# Testing His Boundaries and My Patience!



## AngusMcGee (Oct 29, 2011)

Holy buckets Angus is such a trying little boy right now!! 8 mos old and he's completely forgotten how to walk in his harness, sit, drop it, you name it. I know he's just going through a phase but man alive it's taking everything in me to not punt him over our fence every day. Okay not that bad, but you know what I mean. Not looking for advice or anything on this issue, just had to vent a little :crazy:


----------



## Dakotasmom23 (Jan 11, 2012)

Just commiserating with you... My 7mo girl has suddenly decided that there will be no need to follow any commands while out in public. She's blowing me off and won't focus on me but rather everything else that is way too exciting. Wish I could click my heels and fast forward to a year from now! lol


----------



## Bear GSD (Apr 12, 2012)

I completely feel your pain! Just yesterday I was calling my pup over and he just looked at me like"who me? you want mt to actually come to you??"
I guess I am back to the basics again until his brain returns!


----------



## Courtney (Feb 12, 2010)

I will admit my boy was a real rascal around that same age! I did have to fine tune some of his training, work on his foundation. But sometimes he had better things to do than listen, like critter in the yard and not come when called

But yeah, I felt like he had amnesia because he knew. lol


----------



## Shade (Feb 20, 2012)

Hopefully the phase will pass soon  Stick to your guns lol


----------



## NancyJ (Jun 15, 2003)

Yep there with a 10 month old. Been told just wait. 18 months will be worse.


----------



## Stosh (Jun 26, 2010)

Don't worry, Angus will grow a brain at 2 and start using it at 3!!


----------



## Dakotasmom23 (Jan 11, 2012)

jocoyn said:


> Yep there with a 10 month old. Been told just wait. 18 months will be worse.


----------



## Daisy&Lucky's Mom (Apr 24, 2011)

Things like this and destruction of property are why to this day if i start to d### something Daisy thinks I'm calling her . I swear I was just like Bill Cosby's dad in his routine when Bill thought Jesus Christ was his name. That was Daisy. The person who posted grows a brain at 2 and learns to use it at 3,they are correct. It will be worth it and you will talk fur parents out of punting their pup.


----------



## parrottrl (Feb 28, 2012)

My Gracie will be five months this coming week and has decided that intermittent obedience is more her style now. 

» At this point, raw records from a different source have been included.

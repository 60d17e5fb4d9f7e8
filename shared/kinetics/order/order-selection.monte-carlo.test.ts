import { describe, expect, it } from 'vitest';
import { analyseSeries } from '../analyse-series.ts';
import type { IntegerOrder } from '../types.ts';
import { fitRateLaw } from './fit-rate-law.ts';
import { linearisedFits } from './linearised-fits.ts';
import { startingValues } from './starting-values.ts';

/**
 * Seeded Monte-Carlo study of the order decision and of the rate-constant interval.
 *
 * Design (known truth): series of order 0, 1 and 2 (−dC/dt = k·Cⁿ, C0 = 100) sampled at N equally spaced
 * times over 12 months, with k set so that 10, 30, 60, 80 or 95 % has reacted at the last time, and Gaussian
 * noise of 0.5, 1 or 2 % of C0 added (mulberry32 uniform generator, Box–Muller normal deviates). N = 6, 8, 12.
 * 135 cells × 60 series = 8100 series. Each is analysed with the default options (error model chosen from
 * the data, 95 % intervals).
 *
 * Targets (asserted):
 * 1. where at least 60 % has reacted AND the cell is decidable (below), the named order is right in ≥ 99 % of
 *    series (an abstention counts as not right);
 * 2. over all series, a confidently wrong order (a named order that is not the true one) in ≤ 1 %;
 * 3. the 95 % interval of k under the true order's law covers the true k in 93–97 % of all series.
 *
 * Decidable cell: not every ≥ 60 % cell carries the information to name an order. The information is measured
 * before any noise is drawn, by the separation λ = min over the wrong integer laws of RSS(best fit of that law
 * to the noise-free curve)/σ² — the non-centrality of the misfit. The decision needs (N − 2)·ln(RSS ratio) ≥ 7.5, i.e. ΔAICc ≥ 11.25 with N = 6 (engine 0.3.0; the
 * figures below were derived for the former ΔAICc ≥ 10 and are a slight understatement now); with N = 6
 * (4 residual df), ΔAICc ≈ N·ln(1 + λ′/RSS₀) with RSS₀ ~ σ²χ²₄ and λ′ ≈ λ ± 2√λ, and passing 10 in ≥ 99 % of
 * series needs λ of about 100 (taking the 99th percentiles of χ²₄, 13.3, and of λ′ at once gives 105, an
 * overstatement because both rarely happen together). So cells with λ < 100 — in this grid 1 % noise at
 * 60 % reacted, 2 % noise at 60–80 % reacted, and 2 % noise at 95 % with 6–8 points — lack the information
 * to name an order with 99 % reliability and are excluded from
 * target 1 (they still count in targets 2 and 3); abstaining there is the correct behaviour. The measured
 * figures of those cells are printed as well.
 */

const C0 = 100;
const SPAN = 12;
const SERIES_PER_CELL = 60;
const DECIDABLE_SEPARATION = 100;
const ORDERS: readonly IntegerOrder[] = [0, 1, 2];
const FRACTIONS = [0.1, 0.3, 0.6, 0.8, 0.95];
const NOISE = [0.005, 0.01, 0.02];
const POINTS = [6, 8, 12];

function mulberry32(seed: number): () => number {
  let state = seed >>> 0;
  return () => {
    state = (state + 0x6d2b79f5) >>> 0;
    let t = state;
    t = Math.imul(t ^ (t >>> 15), t | 1);
    t ^= t + Math.imul(t ^ (t >>> 7), t | 61);
    return ((t ^ (t >>> 14)) >>> 0) / 4294967296;
  };
}

function rateConstantFor(order: IntegerOrder, fraction: number): number {
  if (order === 0) return (fraction * C0) / SPAN;
  if (order === 1) return -Math.log(1 - fraction) / SPAN;
  return (1 / ((1 - fraction) * C0) - 1 / C0) / SPAN;
}

function truth(order: IntegerOrder, k: number, t: number): number {
  if (order === 0) return C0 - k * t;
  if (order === 1) return C0 * Math.exp(-k * t);
  return C0 / (1 + k * C0 * t);
}

/** λ: smallest noise-free misfit of a wrong integer law, in units of the noise variance. */
function separation(order: IntegerOrder, times: number[], curve: number[], sd: number): number {
  const linearised = linearisedFits(times, curve);
  let smallest = Number.POSITIVE_INFINITY;
  for (const wrong of ORDERS) {
    if (wrong === order) continue;
    const fit = fitRateLaw(wrong, times, curve, 'constant', startingValues(wrong, linearised, C0));
    smallest = Math.min(smallest, fit.residualSumOfSquares / (sd * sd));
  }
  return smallest;
}

describe('order selection and k interval: seeded Monte-Carlo study', () => {
  it('meets the decisiveness, wrong-order and coverage targets', () => {
    const uniform = mulberry32(20_261_201);
    const normal = () => Math.sqrt(-2 * Math.log(1 - uniform())) * Math.cos(2 * Math.PI * uniform());
    const started = performance.now();
    let total = 0;
    let confidentlyWrong = 0;
    let covered = 0;
    let proportionalChosen = 0;
    let decidableSeries = 0;
    let decidableRight = 0;
    let highConversionSeries = 0;
    let highConversionRight = 0;
    const undecidableCells: string[] = [];
    for (const order of ORDERS) {
      for (const fraction of FRACTIONS) {
        for (const noise of NOISE) {
          for (const pointCount of POINTS) {
            const k = rateConstantFor(order, fraction);
            const sd = noise * C0;
            const times = Array.from({ length: pointCount }, (_, i) => (i * SPAN) / (pointCount - 1));
            const curve = times.map((t) => truth(order, k, t));
            const lambda = separation(order, times, curve, sd);
            const decidable = fraction >= 0.6 && lambda >= DECIDABLE_SEPARATION;
            let right = 0;
            for (let replicate = 0; replicate < SERIES_PER_CELL; replicate++) {
              const analysis = analyseSeries({
                id: `MC-${order}-${fraction}-${noise}-${pointCount}-${replicate}`,
                timeUnit: 'month',
                valueUnit: '% label claim',
                observations: times.map((time, i) => ({ time, value: curve[i]! + sd * normal() })),
              });
              total++;
              if (analysis.selectedOrder === order) right++;
              else if (analysis.selectedOrder !== null) confidentlyWrong++;
              const interval = analysis.models[order]!.kCi95;
              if (interval !== null && interval[0] <= k && k <= interval[1]) covered++;
              if (analysis.errorModel === 'proportional') proportionalChosen++;
            }
            if (decidable) {
              decidableSeries += SERIES_PER_CELL;
              decidableRight += right;
            }
            if (fraction >= 0.6) {
              highConversionSeries += SERIES_PER_CELL;
              highConversionRight += right;
              if (!decidable) {
                undecidableCells.push(
                  `order ${order}, ${fraction * 100} % reacted, noise ${noise * 100} %, N = ${pointCount}: λ = ${lambda.toFixed(1)}, right ${right}/${SERIES_PER_CELL}`,
                );
              }
            }
          }
        }
      }
    }
    const elapsed = (performance.now() - started) / 1000;
    const decidableRate = decidableRight / decidableSeries;
    const wrongRate = confidentlyWrong / total;
    const coverage = covered / total;
    console.log(
      [
        `Monte-Carlo order study: ${total} series in ${elapsed.toFixed(1)} s`,
        `≥ 60 % reacted, decidable cells (λ ≥ ${DECIDABLE_SEPARATION}): right ${decidableRight}/${decidableSeries} = ${(100 * decidableRate).toFixed(2)} %`,
        `≥ 60 % reacted, all cells: right ${highConversionRight}/${highConversionSeries} = ${((100 * highConversionRight) / highConversionSeries).toFixed(2)} %`,
        `confidently wrong order over all series: ${confidentlyWrong}/${total} = ${(100 * wrongRate).toFixed(2)} %`,
        `95 % interval of k (true order's law) covers true k: ${covered}/${total} = ${(100 * coverage).toFixed(2)} %`,
        `proportional error model chosen in ${proportionalChosen}/${total} series (the noise is constant)`,
        `undecidable ≥ 60 % cells (excluded from the 99 % target):`,
        ...undecidableCells.map((cell) => `  ${cell}`),
      ].join('\n'),
    );
    expect(decidableRate).toBeGreaterThanOrEqual(0.99);
    expect(wrongRate).toBeLessThanOrEqual(0.01);
    expect(coverage).toBeGreaterThanOrEqual(0.93);
    expect(coverage).toBeLessThanOrEqual(0.97);
  }, 60_000);
});
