import { analyseSeries, analyseSeriesWithBand, type FirstFitBand } from './analyse-series.ts';
import type { DatasetFindings, DatasetOptions, DatasetWarning, SeriesResult } from './dataset-analysis.ts';
import { datasetArrhenius } from './dataset-arrhenius.ts';
import { type MethodStatement, methodStatement } from './method-statement.ts';
import { KineticsError } from './numeric/kinetics-error.ts';
import type { SeriesAnalysis, SeriesOptions } from './series-analysis.ts';
import { conditionShelfLives } from './stability/condition-shelf-lives.ts';
import { type Q1eDeclaration, UNSTATED_DECLARATION } from './stability/q1e-declaration.ts';
import type { AttributeDirection, Series } from './types.ts';
import { ENGINE_VERSION } from './version.ts';

/**
 * Analyses a whole data set — several batches, possibly at several temperatures — in one call:
 * each series on its own (`analyseSeries`), then an Arrhenius fit across temperatures with k at a
 * storage temperature, then an ICH Q1E shelf life per storage condition, and a method statement.
 *
 * Rules (all quoted in the method statement):
 * - A series the engine cannot analyse (too few points, one time only…) is reported with its
 *   error; the others go on.
 * - Arrhenius (≥ 2 temperatures): one order for all temperatures, because rate constants of
 *   different orders have different units. It is the analyst's order when fixed; otherwise the
 *   study's working order (`workingOrder`) when no series named one, labelled as such; else the
 *   integer order with the lowest AICc summed over the series where all three were compared —
 *   the AICc of the joint model with each series' own C0 and k, since log-likelihoods of
 *   independent series add. Each series gives k of that order; a k that is missing or ≤ 0 (no
 *   measurable loss) leaves that series out with the reason. Batches at one temperature are
 *   pooled into one point: the mean of ln k weighted by 1/Var(ln k) = (k/se(k))² (plain mean when
 *   a standard error is missing), so each temperature counts once in the line. The fit is
 *   unweighted unless `arrheniusWeighting: 'inverse-variance'`. An Eyring line (ΔH‡, ΔS‡) goes
 *   through the same points (`dataset-arrhenius.ts`). When no series named an order, a warning
 *   says the rate constants rest on an order the data did not decide. With `direction:
 *   'increasing'` the line is fitted to the zero-order formation rate −k₀ instead (`rateSense`
 *   'formation'; an analyst's order 1 or 2 is refused with the reason).
 * - k at `storageTemperatureC` by `predictRateConstant`; for first order also t90 = ln(10/9)/k
 *   and the half-life ln 2/k, with the interval ends of k transformed (a monotone function of one
 *   parameter; docs/methods.md#rate-constant-at-the-storage-temperature).
 * - Q1E (when a limit is given): the batches of each temperature (one group when no temperature
 *   is known), on the scale of the analyst's order; else of the order every batch of that
 *   condition named; else linear on the values (zero order), the Q1E default. The direction is
 *   `decreasing` with a lower limit only, `increasing` with an upper limit only, `either` with both.
 *   The long-term condition the study declares (`q1e`, by default the storage temperature)
 *   proposes a shelf life: the smaller of the statistical estimate and the ICH Q1E extrapolation
 *   limit, rounded down to a whole month; every fact the study leaves unstated takes the most
 *   conservative branch, named as an assumption (`conditionShelfLives`).
 *
 * Throws only what `analyseSeries` throws for the options themselves ('invalid-input' for a
 * confidence outside (0, 1)); every data problem is reported in the result. The result has no NaN
 * or Infinity (JSON-serialisable).
 *
 * Example: three batches at 25 °C and one each at 40, 50, 60 °C of a first-order loss give
 * `arrhenius.order` 1, four temperature points, Ea with its interval, and one Q1E result per
 * temperature when `lowerLimit: 90` is given.
 */

export type {
  ConditionShelfLife,
  DatasetArrhenius,
  DatasetOptions,
  DatasetWarning,
  SeriesResult,
  TemperatureRateConstant,
} from './dataset-analysis.ts';

/** What `analyseDataset` returns: the findings and the method statement that describes them. */
export interface DatasetAnalysis extends DatasetFindings {
  methodStatement: MethodStatement;
}

function kineticsFailure<T>(compute: () => T): { value: T } | { error: KineticsError } {
  try {
    return { value: compute() };
  } catch (error) {
    if (error instanceof KineticsError) return { error };
    throw error;
  }
}

/** The declaration the Q1E proposals use: the study's statements, unknown where it states nothing. */
function resolvedDeclaration(options: DatasetOptions): Q1eDeclaration {
  const stated = options.q1e ?? {};
  return {
    ...UNSTATED_DECLARATION,
    ...Object.fromEntries(Object.entries(stated).filter(([, value]) => value !== undefined)),
    longTermTemperatureC: stated.longTermTemperatureC ?? options.storageTemperatureC ?? null,
  };
}

function attributeDirection(options: DatasetOptions): AttributeDirection {
  if (options.direction) return options.direction;
  if (options.lowerLimit !== undefined && options.upperLimit !== undefined) return 'either';
  return options.lowerLimit !== undefined ? 'decreasing' : 'increasing';
}

/** True when a non-finite number lies anywhere inside (a walk that copies and names nothing). */
function holdsNonFinite(item: unknown): boolean {
  if (typeof item === 'number') return !Number.isFinite(item);
  if (Array.isArray(item)) return item.some(holdsNonFinite);
  if (item !== null && typeof item === 'object') return Object.values(item).some(holdsNonFinite);
  return false;
}

/**
 * Replaces non-finite numbers by null, with one warning naming where. The usual result holds
 * none and is returned as it is; only a result that holds one is copied with its places named
 * (copying every result cost a tenth of a 10,000-series run in allocation and collection).
 */
function finiteOnly<T>(value: T, warnings: DatasetWarning[]): T {
  if (!holdsNonFinite(value)) return value;
  const places: string[] = [];
  const visit = (item: unknown, where: string): unknown => {
    if (typeof item === 'number' && !Number.isFinite(item)) {
      places.push(where);
      return null;
    }
    if (Array.isArray(item)) return item.map((entry, index) => visit(entry, `${where}[${index}]`));
    if (item !== null && typeof item === 'object') {
      return Object.fromEntries(
        Object.entries(item).map(([key, entry]) => [key, visit(entry, `${where}.${key}`)]),
      );
    }
    return item;
  };
  const cleaned = visit(value, '') as T;
  if (places.length > 0) {
    warnings.push({
      code: 'non-finite-replaced',
      message: `Non-finite numbers were replaced by null at ${places.slice(0, 5).join(', ')}.`,
    });
  }
  return cleaned;
}

export function analyseDataset(seriesList: readonly Series[], options: DatasetOptions = {}): DatasetAnalysis {
  return analyseWith(seriesList, options, analyseSeries);
}

/**
 * `analyseDataset`, and for each series the band of its chosen law from the same fit
 * (`analyseSeriesWithBand`; null for a series not analysed or naming no order), in series order.
 */
export function analyseDatasetWithBands(
  seriesList: readonly Series[],
  options: DatasetOptions,
  bandPoints: number,
): { analysis: DatasetAnalysis; bands: (FirstFitBand | null)[] } {
  const bands: (FirstFitBand | null)[] = seriesList.map(() => null);
  let index = 0;
  const analysis = analyseWith(seriesList, options, (series, seriesOptions) => {
    const position = index++;
    const outcome = analyseSeriesWithBand(series, seriesOptions, bandPoints);
    bands[position] = outcome.band;
    return outcome.analysis;
  });
  return { analysis, bands };
}

function analyseWith(
  seriesList: readonly Series[],
  options: DatasetOptions,
  analyse: (series: Series, options: SeriesOptions) => SeriesAnalysis,
): DatasetAnalysis {
  const confidenceLevel = options.confidenceLevel ?? 0.95;
  if (!(confidenceLevel > 0 && confidenceLevel < 1)) {
    throw new KineticsError(
      'invalid-input',
      `The confidence level must lie between 0 and 1; got ${confidenceLevel}.`,
    );
  }
  const {
    storageTemperatureC: _storage,
    direction: _direction,
    arrheniusWeighting: _weighting,
    q1e: _declaration,
    ...seriesOptions
  } = options;
  const warnings: DatasetWarning[] = [];
  const results: SeriesResult[] = seriesList.map((series) => {
    const outcome = kineticsFailure(() => analyse(series, seriesOptions));
    const result: SeriesResult = {
      id: series.id,
      batch: series.batch ?? null,
      temperatureC: series.temperatureC ?? null,
      analysis: 'value' in outcome ? outcome.value : null,
      error: 'error' in outcome ? { code: outcome.error.code, message: outcome.error.message } : null,
    };
    if (result.error)
      warnings.push({ code: 'series-not-analysed', message: `${series.id}: ${result.error.message}` });
    return result;
  });
  const arrhenius = datasetArrhenius(results, seriesList, options, warnings);
  const hasLimit = options.lowerLimit !== undefined || options.upperLimit !== undefined;
  const q1eDeclaration = hasLimit ? resolvedDeclaration(options) : null;
  const shelfLife =
    q1eDeclaration === null
      ? null
      : conditionShelfLives(
          results.map((result, index) => ({
            series: seriesList[index] as Series,
            // Only an order the data named; a working order does not set the Q1E scale.
            namedOrder:
              result.analysis?.orderSource === 'study' ? null : (result.analysis?.selectedOrder ?? null),
          })),
          {
            direction: attributeDirection(options),
            confidence: confidenceLevel,
            declaration: q1eDeclaration,
            ...(options.order === undefined ? {} : { order: options.order }),
            ...(options.lowerLimit === undefined ? {} : { lowerLimit: options.lowerLimit }),
            ...(options.upperLimit === undefined ? {} : { upperLimit: options.upperLimit }),
          },
        );
  const partial = {
    engineVersion: ENGINE_VERSION,
    confidenceLevel,
    series: results,
    arrhenius,
    shelfLife,
    q1eDeclaration,
    warnings,
  };
  const cleaned = finiteOnly(partial, warnings);
  return { ...cleaned, warnings, methodStatement: methodStatement(cleaned, seriesList, options) };
}
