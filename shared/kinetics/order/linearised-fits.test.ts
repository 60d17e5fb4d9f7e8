import { linearRegression, rSquared } from 'simple-statistics';
import { describe, expect, it } from 'vitest';
import { linearisedFits } from './linearised-fits.ts';

// Worked examples (docs/methods.md#worked-examples): N2O5 in CCl4, 45 °C (Eyring & Daniels 1930); N2O5 gas,
// 318 K (NCERT-type exercise via wiredfaculty.com); NO2, 300 °C (Brown et al., from memory). Check values
// not printed in those sources were computed independently with numpy/scipy least squares.
const n2o5 = {
  times: [0, 184, 319, 526, 867, 1198, 1877, 2315, 3144],
  values: [2.33, 2.08, 1.91, 1.67, 1.36, 1.11, 0.72, 0.55, 0.34],
};
const n2o5Gas = {
  times: [0, 400, 800, 1200, 1600, 2000, 2400, 2800, 3200, 3600],
  values: [1.63, 1.36, 1.14, 0.93, 0.78, 0.64, 0.53, 0.43, 0.35, 0.29],
};
const no2 = { times: [0, 50, 100, 200, 300], values: [0.01, 0.00787, 0.00649, 0.00481, 0.0038] };

describe('linearisedFits against textbook worked examples: Eyring & Daniels 1930 N2O5, Brown et al. NO2 (from memory)', () => {
  it('N2O5/CCl4: ln C plot k = 6.161e-4 /s (se 3.3e-6), C0 = 2.319, R² = 0.99980; R² zero 0.93712, second 0.93963 (§4.1)', () => {
    const [zero, first, second] = linearisedFits(n2o5.times, n2o5.values);
    expect(first.k! / 6.161e-4).toBeCloseTo(1, 3);
    expect(first.slopeStandardError! / 3.3e-6).toBeCloseTo(1, 1);
    expect(first.c0!).toBeCloseTo(2.319, 3);
    expect(first.rSquared!).toBeCloseTo(0.9998, 4);
    expect(zero.rSquared!).toBeCloseTo(0.93712, 5);
    expect(second.rSquared!).toBeCloseTo(0.93963, 5);
    expect([zero.applicable, first.applicable, second.applicable]).toEqual([true, true, true]);
  });

  it('N2O5 gas: 10-point ln plot k = 4.818e-4 /s, R² = 0.99955, t½ = ln 2/k = 1439 s (published 1438 s) (§4.2)', () => {
    const first = linearisedFits(n2o5Gas.times, n2o5Gas.values)[1];
    expect(first.k! / 4.818e-4).toBeCloseTo(1, 3);
    expect(first.rSquared!).toBeCloseTo(0.99955, 5);
    expect(Math.abs(Math.LN2 / first.k! - 1438)).toBeLessThan(2);
  });

  it('NO2: 1/C plot slope 0.5431 M⁻¹s⁻¹, intercept 99.83 M⁻¹, R² 0.99997; R² zero 0.927, first 0.982 (§4.3)', () => {
    const [zero, first, second] = linearisedFits(no2.times, no2.values);
    expect(second.slope!).toBeCloseTo(0.5431, 4);
    expect(second.k!).toBeCloseTo(0.5431, 4);
    expect(second.intercept!).toBeCloseTo(99.83, 2);
    expect(second.c0!).toBeCloseTo(1 / 99.83, 6);
    expect(second.rSquared!).toBeCloseTo(0.99997, 5);
    expect(zero.rSquared!).toBeCloseTo(0.927, 3);
    expect(first.rSquared!).toBeCloseTo(0.982, 3);
  });
});

describe('linearisedFits against simple-statistics linearRegression / rSquared (independent of NIST and of this code)', () => {
  it('slope, intercept and R² of all three plots agree to 1e-10', () => {
    for (const data of [n2o5, n2o5Gas, no2]) {
      const fits = linearisedFits(data.times, data.values);
      const transforms = [(v: number) => v, Math.log, (v: number) => 1 / v];
      fits.forEach((fit, order) => {
        const points = data.times.map((t, i) => [t, transforms[order]!(data.values[i]!)] as [number, number]);
        const reference = linearRegression(points);
        const line = (x: number) => reference.b + reference.m * x;
        expect(fit.slope! / reference.m).toBeCloseTo(1, 10);
        expect(fit.intercept! / reference.b).toBeCloseTo(1, 10);
        expect(fit.rSquared!).toBeCloseTo(rSquared(points, line), 10);
      });
    }
  });
});

describe('linearisedFits not-applicable cases', () => {
  it('a non-positive value makes ln and 1/value not applicable, with a reason naming the point (common practice)', () => {
    const fits = linearisedFits(
      [0, 1, 2, 3],
      [5, 3, 1, 0],
      (index) => `the point at time ${index} (row ${index + 2})`,
    );
    expect(fits[0].applicable).toBe(true);
    for (const fit of [fits[1], fits[2]]) {
      expect(fit.applicable).toBe(false);
      expect(fit.slope).toBeNull();
      expect(fit.reason).toMatch(/time 3 \(row 5\) has value 0/);
    }
  });

  it('a rising series makes the value and ln plots rise and the 1/value plot fall: none describes a loss law (common practice)', () => {
    const rising = linearisedFits([0, 1, 2, 3], [1, 2, 3.1, 3.9]);
    expect(rising[0].applicable).toBe(false);
    expect(rising[0].reason).toMatch(/rises/);
    expect(rising[1].applicable).toBe(false);
    // A rising value makes 1/value fall, which a second-order loss law cannot produce either.
    expect(rising[2].applicable).toBe(false);
    expect(rising[2].reason).toMatch(/1\/value plot falls/);
    expect(rising[2].k).toBeLessThan(0);
    const falling = linearisedFits([0, 1, 2, 3], [4, 3, 2.1, 0.9]);
    expect(falling.map((fit) => fit.applicable)).toEqual([true, true, true]);
  });
});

I had been told previously that she seems very advanced for her age. At first, I thought this was a nice compliment. Now, I know that 'advanced' is simply code for 'psychotic'.


----------



## doggiedad (Dec 2, 2007)

i read "when your dog isn't doing what you want you
have to stop and ask yourself what am i doing wrong"?
a phase happens when you're not doing something right
in your training. it's easy to say a phase or blame the dog
when training isn't working. be consistant in your training
phase and the pup will be consistant in the learning phase.



AngusMcGee said:


> Holy buckets Angus is such a trying little boy right now!! 8 mos old and he's completely forgotten how to walk in his harness, sit, drop it, you name it. I know he's just
> 
> >>> going through a phase<<<
> 
> but man alive it's taking everything in me to not punt him over our fence every day. Okay not that bad, but you know what I mean. Not looking for advice or anything on this issue, just had to vent a little :crazy:


----------



## Cassie44 (May 3, 2012)

My Cassie is 14 weeks old and I'm starting to feel out of control with her some days. She gets exercise and lots of play but when I need her to move or correct her for chasing the cat she lunges and tries to bite me. My reaction is to throw her outside when I lose my patience because I don't want to react in a way that will make it worse. Any suggestions for when they lunge and bite? Anything physical seems to just egg her on.


----------



## KZoppa (Aug 14, 2010)

back to basics for everyone! have fun! lol. I remember when Shasta was in the first serious butthead stage, i had to start back at square one and heavily reinforce EVERYTHING. If i told her to sit and she looked at me like she had no idea what I just said, I had to jerk her collar a bit, pop the leash.... and she was tethered to me again in the house. We need to refresh her memory on recall right now but everything else she's good on at 2 years old. She has started another bonehead stage though....


----------



## LoveEcho (Mar 4, 2011)

I still have very vivid memories of calling my friend when Echo was that age and crying about how he was an evil little butthead....


----------



## Sunflowers (Feb 17, 2012)

Beginnings of a butthead here, too. 

Today my dog, who always pooed on command and at the same times each day, decided he just won't poo until 2 PM. By afternoon, I was worried that he had some sort of blockage, even though he was playful and his belly was not hard. 

Every hour I took him out, even tried briefly crating, then out again. 
I think he figured out that until he goes, we stay outside. When he came and sat for me to throw the toy I had hidden under my shirt, I said, "No...go poo." He promptly launched gracefully and bit my behind. 

Sigh...


----------



## katdog5911 (Sep 24, 2011)

ME: Sit
STELLA: Sit? Never heard that before.
ME: Sit!
STELLA: I know you're not talking to me.
ME: SIT
STELLA: If I don't look at you, then I don't have to listen.
ME: SIT!!!!!
STELLA: Well, ok. I guess I will. But I will sit over here not over there....

LOL. That is how things were not very long ago. Stella (11 months now) was totally ignoring everything I said. We went back to basics and NILIF. She seems to be coming out of that phase right now. Hope it lasts....


----------



## chelle (Feb 1, 2009)

katdog5911 said:


> ME: Sit
> STELLA: Sit? Never heard that before.
> ME: Sit!
> STELLA: I know you're not talking to me.
> ...


Haha!!!!!!!! Thanks for the giggle. I can totally relate.


----------